The Town and Country Planning (General Permitted Development) (England) (Amendment) Order 2024 (SI2024/579) came into force on the 21st May 2024.

It amends existing Permitted Development rights from 2015, which allow the Change of Use of former agricultural buildings to residential dwellings under Class Q without making a full planning application. The rights now also allow ‘buildings on agricultural units and former agricultural buildings’ to be converted to dwelling houses, essentially awarding these rights to outlying buildings that haven’t been used for agricultural purposes. The rights also apply to enable land within the curtilage of those buildings to be converted to residential use.

In summary, the rules now:

  • Allow rear single-storey extensions up to 4m, but otherwise, the footprint must remain as per the existing building/s;
  • Limit the maximum floorspace of the dwelling/s to 150m2
  • Increase the maximum number of dwellings to 10, but with a maximum floor space of 1000 m2 in total.
  • Amend the definitions of ‘curtilage’ and ‘agricultural unit.’
  • State that sites must have existing highway access

Class Q rights only apply to the conversion of existing buildings with four walls and a roof. The development needs to be carried out within three years of prior approval. Where substantial rebuilding is required, full planning permission will likely be needed.

For Permitted Development (‘PD’) rights to be valid, qualifying criteria in the rules must be fully met. It should also be noted that in some cases, PD requires prior approval of the local authority. PD rights can also be partially restricted or withdrawn by an Article 4 direction (temporarily or permanently) or as a condition of a planning permission/Section 106 Agreement. Additionally, Class Q rights don’t apply to Sites of Special Scientific Interest, safety hazard areas, military explosive storage areas, or listed buildings or sites with scheduled monuments. It is, therefore, essential to seek advice before relying on them, particularly as the time limit for bringing enforcement action for breach of planning controls increased in April 2024 to ten years.

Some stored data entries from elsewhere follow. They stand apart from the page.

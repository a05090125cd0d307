import { roleMay } from "@shared/access/roles";
import { PageHeader } from "../../../components/PageHeader";
import { useChannel } from "../../../lib/session";
import { FootageList } from "./FootageList";

/** Every clip of the channel, for the editor: filter, sort, preview, mark and export. */
export function RushesPage() {
  const channel = useChannel();
  return (
    <div>
      <PageHeader title="Rushes" subtitle="Every clip of the channel. Upload from an episode's page; find, mark and export here." />
      <FootageList channelId={channel.channelId} canDelete={roleMay(channel.role, "footage", "W") && channel.role !== "crew"} />
    </div>
  );
}
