import { queryOptions, useQuery } from "@tanstack/react-query";
import type { EpisodeSummary } from "@shared/slate/schemas";
import { api } from "../../../lib/api-client";
import { slateKeys } from "./keys";

export const episodeQueryOptions = (channelId: string, episodeId: string) =>
  queryOptions({
    queryKey: slateKeys.detail(channelId, episodeId),
    queryFn: () => api<{ episode: EpisodeSummary }>(`/api/channels/${channelId}/episodes/${episodeId}`).then((r) => r.episode),
  });

export const useEpisode = (channelId: string, episodeId: string) => useQuery(episodeQueryOptions(channelId, episodeId));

It should also be noted that where charging schedules exist for the area in which the conversion is proposed, the Community Infrastructure Levy will be applicable to the new dwellings, save where an exception exists, such as the self-build exception.

Transitional arrangements apply in respect of developments which had prior approval before the 21st May 2024 and for those electing to apply the previous PD rules for new conversions until 20th May 2025. These prior rules continue to allow:

  • Up to three larger dwellings with floorspace up to 465m2; OR
  • Up to five smaller dwellings up to 100m2 each; OR
  • A combination of larger and smaller dwellings, up to five units, but no more than three of them, can be larger dwellings (as defined above).

However, the need for suitable access will apply to conversions under the prior rules during the transitional period.

Meanwhile, changes to Class R PD rights for the conversion of buildings from agricultural  to commercial use have:

  • extended those rights to include sports and recreational uses, and
  • doubled the maximum allowed floorspace to 1000m2

These rules apply immediately as there are no transitional arrangements for Class R rights.